А потому, по меньшей мере в первые месяцы, мы влачили довольно одинокое существование. Вообще это одинокие края, и у нас были обычные наши затруднения с обретением новых друзей. И вот, не подумав о возможных последствиях, Синтия немедленно и рьяно принялась за исполнение обычных обязанностей супруги приходского священника и, боюсь, только наступила кое-кому на ногу. И потом у нас дома даже произошло что-то вроде публичного объяснения, если можно так выразиться.
Я и сейчас вижу, как они сидят в нашей маленькой гостиной, постукивая чашками с чаем о блюдца, будто сборище мадам Дефарж перед гильотиной, и после нескольких жалящих упоминаний об ИСКЛЮЧИТЕЛЬНОСТИ моего предшественника, о его героизме и так далее миссис де Казалис обернулась ко мне и спросила крайне бесцеремонно: «А чем занимались ВЫ в дни Великой войны, викарий?» «ВЫ», разумеется, она выделила.

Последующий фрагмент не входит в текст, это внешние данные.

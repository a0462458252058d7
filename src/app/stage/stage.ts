/**
 * The stage: the supercell drawn with pixi.js v8, pan and zoom, and the animation of the
 * selected flex p + ε·Re(e^{iφ} u).
 *
 * Drawing modes:
 *  - 'mesh' (default on WebGL): bars, joints and arrows are four batched meshes
 *    (batched.ts) placed by their vertex shaders from the rest positions and the mode; a frame
 *    sets only uniforms (phase, view, sizes), so animating uploads nothing.
 *  - 'graphics' (the fallback on other renderers, and for comparison): one Graphics object cleared
 *    and redrawn every frame, bars and joints grouped by colour.
 * Boundary marks (ground, wrap markers) are static and redrawn only when the view changes.
 * The host carries data-animating="true" while a flex moves.
 */
import { Application, Container, Graphics, RendererType, Text } from 'pixi.js';
import { BatchedMeshes, type FrameInput } from './batched.js';
import { amplitudeColour, hexToNumber, INK, stressColour } from './colours.js';
import {
  BarKind,
  computeFrame,
  labelPlacement,
  newFrame,
  strokeSizes,
  toScreen,
  toWorldPoint,
  viewFor,
  type ArrowMode,
  type Field,
  type Frame,
  type SceneModel,
  type Vec,
  type View,
} from './scene.js';

type Swatch = keyof typeof INK;

export type DrawMode = 'mesh' | 'graphics';

/**
 * Whether WebGL here is drawn in software (SwiftShader, llvmpipe): multisampling is costly
 * there, and the meshes smooth their own edges.
 */
function softwareWebGl(): boolean {
  try {
    const gl = document.createElement('canvas').getContext('webgl');
    if (!gl) return false;
    const info = gl.getExtension('WEBGL_debug_renderer_info');
    const name = String(gl.getParameter(info ? info.UNMASKED_RENDERER_WEBGL : gl.RENDERER));
    gl.getExtension('WEBGL_lose_context')?.loseContext();
    return /swiftshader|llvmpipe|softpipe|software/i.test(name);
  } catch {
    return false;
  }
}

export interface StageSettings {
  playing: boolean;
  speed: number;
  turns: number;
  arrows: ArrowMode;
  colour: boolean;
  rest: boolean;
  zoom: number;
  centre: Vec | null;
}

export interface StageStats {
  renderer: string;
  drawMode: DrawMode;
  /** Frames drawn in the last second. */
  fps: number;
  /** Mean CPU milliseconds per drawn frame (vertex update + render submit), last second. */
  frameMs: number;
  frames: number;
  bars: number;
  joints: number;
}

Наступила многозначительная пауза, а затем старший инспектор – единственный из слушавших священника, кто не знал развязки его истории, предложил ему продолжать.
– Вы понимаете, инспектор, – сказал священник, – я вовсе не собирался солгать. Вовсе не собирался. Это было словно… ну, словно я не УКРАЛ правду – так я, знаете ли, определяю ложь: как украденную правду, – но как бы растратил ее.
Эта оригинальная идея явно заинтриговала полицейского.
– Растратили правду? Признаюсь, я не…
– Словно я временно украл чью-то чужую правду, чтобы выбраться из затруднительного положения, но с твердым намерением возвратить ее, едва кризис минует. Увы, – вздохнул он, – подобно многим растратчикам до меня, мне пришлось убедиться, что удобный момент для возвращения украденного все не наступает и не наступает. Вы не успели бы и глазом моргнуть, как я принялся красть другие, не принадлежащие мне правды, пока не обнаружил… Господи, прости меня… пока не обнаружил, что живу в перманентной лжи. Во лжи и в кошмаре.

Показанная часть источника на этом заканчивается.